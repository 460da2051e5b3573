import pg from 'pg'
import { afterAll, beforeAll, describe, expect, it } from 'vitest'
import { inject } from 'vitest'
import type { Browser } from 'playwright-core'
import { allMail } from '@tests/factories/mail'
import { axeViolations, call, launch, newPage, screenshot, signIn } from './browser'

let browser: Browser
beforeAll(async () => {
  browser = await launch()
})
afterAll(async () => {
  await browser?.close()
})

type Invoice = { id: number; number: string; kind: string; shopName: string }

/** What a relay that kept refusing leaves in the outbox: no screen can make it, so it is written here. */
async function refusedInvoiceMail(invoiceId: number, attempts: number, gaveUp: boolean) {
  const db = new pg.Client({ connectionString: inject('databaseUrl') })
  await db.connect()
  try {
    await db.query(
      `INSERT INTO mail_outbox (job, label, attempts, last_error, next_attempt_at, gave_up_at)
       VALUES (jsonb_build_object('kind', 'invoice', 'invoiceId', $1::int, 'reason', 'issued'), 'browser test',
               $2, '550 5.1.1 mailbox unavailable', now() + interval '2 hours', CASE WHEN $3 THEN now() END)`,
      [invoiceId, attempts, gaveUp],
    )
  } finally {
    await db.end()
  }
}

describe('e-mails the relay refused', () => {
  it('the owner sees them on the home, sends one now and dismisses the other', async () => {
    const { page, context } = await newPage(browser)
    await signIn(page, 'owner')
    const invoices = ((await call(page, 'GET', '/api/invoices')).items as Invoice[]).filter(
      (i) => i.kind === 'invoice',
    )
    const [toSend, toDismiss] = invoices
    if (!toSend || !toDismiss) throw new Error('the demo needs two invoices')
    await refusedInvoiceMail(toSend.id, 6, true)
    await refusedInvoiceMail(toDismiss.id, 2, false)
    await page.reload()
    const list = page.getByRole('list', { name: 'E-mails not sent' })
    const sendRow = list.getByRole('listitem').filter({ hasText: `Invoice ${toSend.number}` })
    const dismissRow = list.getByRole('listitem').filter({ hasText: `Invoice ${toDismiss.number}` })
    await sendRow.getByText('Given up').waitFor()
    await dismissRow.getByText('Will try again').waitFor()
    expect(await sendRow.textContent()).toContain('550 5.1.1 mailbox unavailable')
    await page.waitForLoadState('networkidle')
    expect(await axeViolations(page)).toEqual([])
    await screenshot(page, 'home-owner-unsent-mail')

    await sendRow.getByRole('button', { name: 'Send now' }).click()
    await page.getByText(`Sent: Invoice ${toSend.number}.`).waitFor()
    await expect.poll(() => sendRow.count()).toBe(0)
    await expect
      .poll(async () => (await allMail()).some((m) => m.subject.startsWith(`Invoice ${toSend.number} from`)))
      .toBe(true)

    await dismissRow.getByRole('button', { name: 'Dismiss' }).click()
    const dialog = page.getByRole('dialog', { name: 'Dismiss this e-mail?' })
    expect(await dialog.textContent()).toContain(`will not be sent to ${toDismiss.shopName}`)
    await dialog.getByRole('button', { name: 'Dismiss it' }).click()
    await expect.poll(() => list.count()).toBe(0)
    expect((await call(page, 'GET', '/api/unsent-mail')).items).toEqual([])
    await context.close()
  })

  it('fits a phone-sized screen', async () => {
    const { page, context } = await newPage(browser, { width: 375, height: 740 })
    await signIn(page, 'owner')
    const [invoice] = ((await call(page, 'GET', '/api/invoices')).items as Invoice[]).filter(
      (i) => i.kind === 'invoice',
    )
    await refusedInvoiceMail(invoice!.id, 1, false)
    await page.reload()
    const list = page.getByRole('list', { name: 'E-mails not sent' })
    await list.getByRole('button', { name: 'Send now' }).waitFor()
    const width = await page.evaluate(() => document.documentElement.scrollWidth)
    expect(width).toBeLessThanOrEqual(375)
    await screenshot(page, 'phone-owner-unsent-mail')
    await list.getByRole('button', { name: 'Send now' }).click()
    await expect.poll(() => list.count()).toBe(0)
    await context.close()
  })
})
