async function benchOrders(base: string, buyers: Session[], facts: ScenarioFacts) {
  log(`Orders: POST /api/orders from ${buyers.length} buyers against the bare transaction, 20 connections`)
  const accepted: number[] = []
  const bareAccepted: number[] = []
  let n = 0
  const linesFor = (i: number) => {
    const hot = facts.hotProductIds
    const a = hot[i % hot.length]!
    const b = hot[(i * 7 + 3) % hot.length]!
    return a === b
      ? [{ productId: a, cases: 3 }]
      : [
          { productId: a, cases: 3 },
          { productId: b, cases: 2 },
        ]
  }
  // Each order's e-mails go out after its answer. A round ends when they have all gone, and its
  // rate counts that wait: orders per second sustained, e-mails included, and the next round
  // (the bare one, say) does not run beside the app's mail.
  const drainMs: number[] = []
  const drained = async (run: Run): Promise<Run> => {
    const r = await fetch(`${base}/api/bench/drain-mail`, { method: 'POST' })
    const { waitedMs, left } = (await r.json()) as { waitedMs: number; left: number }
    if (left > 0) throw new Error(`${left} e-mails still going out after two minutes`)
    drainMs.push(waitedMs)
    return { ...run, okRps: (run.okRps * ROUND_S) / (ROUND_S + waitedMs / 1000) }
  }
  const app = async () => drained(await placeThroughApp())
  const placeThroughApp = () =>
    cannon({
      url: base,
      connections: 20,
      requests: [
        {
          method: 'POST',
          path: '/api/orders',
          setupRequest: (req) => {
            const i = n++
            const s = buyers[i % buyers.length]!
            return {
              ...req,
              headers: {
                'content-type': 'application/json',
                cookie: s.cookie,
                'x-csrf-token': s.csrf,
                'idempotency-key': randomUUID(),
              },
              body: JSON.stringify({ lines: linesFor(i), poNumber: `BENCH-${i}` }),
            }
          },
          onResponse: (status, body) => {
            if (status === 201) accepted.push((JSON.parse(body) as { order: { id: number } }).order.id)
          },
        },
      ],
    })
  const bare = () =>
    cannon({
      url: base,
      connections: 20,
      requests: [
        {
          method: 'POST',
          path: '/api/bench/order',
          setupRequest: (req) => {
            const i = n++
            const s = buyers[i % buyers.length]!
            return {
              ...req,
              headers: { 'content-type': 'application/json' },
              body: JSON.stringify({
                shopId: s.shopId,
                userId: s.userId,
                key: randomUUID(),
                lines: linesFor(i),
              }),
            }
          },
          onResponse: (status, body) => {
            if (status === 201) bareAccepted.push((JSON.parse(body) as { order: { id: number } }).order.id)
          },
        },
      ],
    })
  const result = await sideBySide(app, bare)
  log(`  (the app's e-mails took ${drainMs.map((ms) => `${ms} ms`).join(', ')} to go out after its rounds)`)
  return { ...result, mailDrainMs: drainMs, acceptedApp: accepted, acceptedBare: bareAccepted }
}

/** After the placing run: no balance below zero, the ledger adds up, every accepted order is there whole. */
async function verifyOrders(dbUrl: string, appIds: number[], bareIds: number[]) {
  const c = new pg.Client({ connectionString: dbUrl })
  await c.connect()
  try {
    const neg = await c.query('SELECT count(*)::int AS n FROM batch_stock WHERE free < 0 OR reserved < 0')
    const ledger = await c.query(
      `SELECT count(*)::int AS n FROM batch_stock s
         JOIN (SELECT batch_id, sum(free_delta)::int AS f, sum(reserved_delta)::int AS r FROM stock_moves GROUP BY batch_id) m
           ON m.batch_id = s.batch_id
        WHERE m.f <> s.free OR m.r <> s.reserved`,
    )
    const ids = [...appIds, ...bareIds]
    const whole = await c.query(
      `SELECT count(*)::int AS n FROM orders o
        WHERE o.id = ANY($1::int[])
          AND (SELECT coalesce(sum(l.bars), 0) FROM order_lines l WHERE l.order_id = o.id)
            = (SELECT coalesce(sum(a.bars), 0) FROM allocations a JOIN order_lines l ON l.id = a.order_line_id WHERE l.order_id = o.id)
          AND (SELECT coalesce(sum(a.bars), 0) FROM allocations a JOIN order_lines l ON l.id = a.order_line_id WHERE l.order_id = o.id)
            = (SELECT coalesce(sum(m.bars), 0) FROM stock_moves m WHERE m.order_id = o.id AND m.kind = 'reserved')
          AND EXISTS (SELECT 1 FROM order_lines l WHERE l.order_id = o.id)`,
      [ids],
    )
    const series = await c.query(
      `SELECT count(*)::int AS n FROM (SELECT year FROM invoices GROUP BY year HAVING count(*) <> max(seq) OR min(seq) <> 1) x`,
    )
    const orderSeries = await c.query(
      `SELECT count(*)::int AS n FROM (SELECT year FROM orders GROUP BY year HAVING count(*) <> max(seq) OR min(seq) <> 1) x`,
    )
    return {
      accepted: ids.length,
      acceptedPresentAndWhole: whole.rows[0].n as number,
      batchesBelowZero: neg.rows[0].n as number,
      batchesWhoseLedgerDisagrees: ledger.rows[0].n as number,
      invoiceYearsWithGaps: series.rows[0].n as number,
      orderYearsWithGaps: orderSeries.rows[0].n as number,
    }
  } finally {
    await c.end()
  }
}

....

• [Prompt]
When a line of the material holds the string "invoices", copy that line.

• [Output below]
    const invoices = ((await call(page, 'GET', '/api/invoices')).items as Invoice[]).filter(
    const [toSend, toDismiss] = invoices
    if (!toSend || !toDismiss) throw new Error('the demo needs two invoices')
    const [invoice] = ((await call(page, 'GET', '/api/invoices')).items as Invoice[]).filter(
      `SELECT count(*)::int AS n FROM (SELECT year FROM invoices GROUP BY year HAVING count(*) <> max(seq) OR min(seq) <> 1) x`,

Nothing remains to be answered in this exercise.